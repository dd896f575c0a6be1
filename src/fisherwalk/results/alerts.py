"""The rules that turn a summary's numbers into warnings, and the way numbers are shown.

Each rule reads figures that the summary also prints, and each warning quotes them as
the table and the header show them (the same rounding, the same target), so a warning
never contradicts the numbers above it. A warning says what is wrong, where, and what
to do.

Thresholds: R-hat above 1.01 and bulk or tail ESS below 400 follow Vehtari, Gelman,
Simpson, Carpenter & Bürkner (2021), "Rank-normalization, folding, and localization: an
improved R-hat for assessing convergence of MCMC", Bayesian Analysis 16(2). The
stuck-chain, separated-chain, acceptance and correlation rules are fisherwalk's own
(common practice, no published source); each is spelled out in its function.
"""

from __future__ import annotations

import math
from collections.abc import Sequence

import numpy as np

from . import divergences

__all__ = [
    "rhat_text",
    "ess_text",
    "excluded_warning",
    "rhat_warnings",
    "ess_warnings",
    "stuck_warnings",
    "separated_chains",
    "fault_warnings",
    "acceptance_warning",
    "correlated_pairs",
    "correlation_warning",
    "divergence_warning",
]

MAX_LISTED = 8  # items named in one warning before "and N more"
STUCK_ACCEPTANCE = 0.01  # absolute floor of a moving chain's acceptance
STUCK_RATIO = 0.2  # ... and the fraction of the other chains' median acceptance
APART_NOISE = 5.0  # separated chain: difference beyond 5 Monte Carlo standard errors
APART_SPREAD = 2.0  # ... and beyond 2 within-chain standard deviations of the others
ACCEPTANCE_NOISE = 4.0  # acceptance departs: beyond 4 Monte Carlo errors ...
ACCEPTANCE_SLACK = 0.005  # ... plus this much
ACCEPTANCE_MIN_DRAWS = 20  # fewer draws per chain: no acceptance rule
SAME_TARGET = 5e-4  # a target within this of the Gaussian prediction is that prediction
CORRELATION_LIMIT = 0.95  # |posterior correlation| above this is worth a word ...
RESIDUAL_LIMIT = 0.5  # ... when the proposal leaves more than this after whitening


def _warn(what: str, todo: str) -> str:
    return f"{what} What to do: {todo}"


def _join(items) -> str:
    items = [str(i) for i in items]
    if len(items) > MAX_LISTED:
        return ", ".join(items[:MAX_LISTED]) + f" and {len(items) - MAX_LISTED} more"
    return ", ".join(items)
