from . import precision, pytrees
from .errors import ModelError, explain
from .fitchecks import (
    _check_end,
    _check_key,
    _check_options,
    _check_search,
    _check_start,
    _check_structure,
    _information,
    _validated,
)
from .modes import _check_box, _collect_modes, _restart_points

__all__ = ["LaplaceFit", "laplace", "check_fisher", "fisher_from_cholesky"]

_NEWTON_STEPS = 2  # safeguarded Newton steps after L-BFGS


class LaplaceFit(NamedTuple):
    """The Laplace approximation N(mode, H⁻¹) of a posterior."""

    mode: Any  # the mode in the user's pytree structure
    mode_flat: jax.Array  # (d,) the mode ravelled (jax.flatten_util order)
    logdensity: float  # log density at the mode
    fisher: jax.Array  # (d, d) H: observed (-Hessian) or user-supplied Fisher information
    cholesky: jax.Array  # (d, d) lower-triangular L with L Lᵀ = H
    gradient_norm: float  # max |∂ log π / ∂θ_i| at the mode
    iterations: int  # L-BFGS iterations + accepted Newton steps of the reported search
    evaluations: int  # value-and-gradient evaluations, all searches (restarts included)
    converged: bool  # the convergence test passed (a fit that fails it raises FitError)
    names: tuple[str, ...]  # d parameter names, ravelled order
    fisher_source: str  # "hessian" (autodiff) or "user"
    modes: tuple[tuple[Any, float], ...]  # distinct modes (pytree, log density), best first
    warnings: tuple[str, ...]  # notes for the user (other modes, a better restart, ...)
    seconds: dict[str, float]  # wall times: compile, run, restarts_compile, restarts_run, total


class _Search(NamedTuple):
    """One mode search (batched along a leading axis for restarts)."""

    x: jax.Array  # (d,) end point
    logdensity: jax.Array  # () log density there
    gradient: jax.Array  # (d,) gradient of the log density there
    fisher: jax.Array  # (d, d) -Hessian there (zeros when a user Fisher is used)
    lbfgs_iterations: jax.Array  # ()
    newton_steps: jax.Array  # () accepted Newton steps
    evaluations: jax.Array  # () value-and-gradient evaluations
    stalled: jax.Array  # () the line search stopped moving
    start_logdensity: jax.Array  # () log density at the start
    start_gradient: jax.Array  # (d,) gradient at the start
    probe_directions: jax.Array  # (k, d) unit directions probed for a runaway mode
    probe_values: jax.Array  # (k, 3) log density at x + (1, 10, 100) * radius * direction
    probe_radius: jax.Array  # () max(distance travelled, |x|, 1)


def fisher_from_cholesky(cholesky: jax.Array) -> jax.Array:
    """The Fisher information H = L Lᵀ from its lower Cholesky factor L."""
    cholesky = jnp.asarray(cholesky)
    return cholesky @ cholesky.T


def check_fisher(matrix: Any, names: tuple[str, ...], *, where: str = "fisher",
                 rtol: float = 1e-6) -> jax.Array:
    """Validate a Fisher information given by the user (or read from a file).

    Parameters
    ----------
    matrix
        (d, d) array-like, in the ravelled parameter order ``names``.
    names
        The d parameter names (``LaplaceFit.names``).
    where
        Where the matrix came from, for the error message.
    rtol
        Allowed asymmetry ``max |H - Hᵀ| <= rtol * max |H|`` (rounding in a user's
        computation); the matrix is then symmetrised.

    Returns
    -------
    jax.Array
        The lower Cholesky factor L (L Lᵀ = H) of the symmetrised matrix.

    Raises
    ------
    InputError
        Wrong shape, non-finite entries, asymmetry, or not positive definite (smallest
        eigenvalue <= 1e-12 x the largest); the message names the parameters involved.
    """
    return jnp.asarray(np.linalg.cholesky(_validated(matrix, names, where, rtol)))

§ **How to complete this task**: Using the listing above, return word for word each line from the one that has "searches (restarts included)" through the one that has "a runaway mode", and no line outside that range.

§ **Expected answer**:
    evaluations: int  # value-and-gradient evaluations, all searches (restarts included)
    converged: bool  # the convergence test passed (a fit that fails it raises FitError)
    names: tuple[str, ...]  # d parameter names, ravelled order
    fisher_source: str  # "hessian" (autodiff) or "user"
    modes: tuple[tuple[Any, float], ...]  # distinct modes (pytree, log density), best first
    warnings: tuple[str, ...]  # notes for the user (other modes, a better restart, ...)
    seconds: dict[str, float]  # wall times: compile, run, restarts_compile, restarts_run, total


class _Search(NamedTuple):
    """One mode search (batched along a leading axis for restarts)."""

    x: jax.Array  # (d,) end point
    logdensity: jax.Array  # () log density there
    gradient: jax.Array  # (d,) gradient of the log density there
    fisher: jax.Array  # (d, d) -Hessian there (zeros when a user Fisher is used)
    lbfgs_iterations: jax.Array  # ()
    newton_steps: jax.Array  # () accepted Newton steps
    evaluations: jax.Array  # () value-and-gradient evaluations
    stalled: jax.Array  # () the line search stopped moving
    start_logdensity: jax.Array  # () log density at the start
    start_gradient: jax.Array  # (d,) gradient at the start
    probe_directions: jax.Array  # (k, d) unit directions probed for a runaway mode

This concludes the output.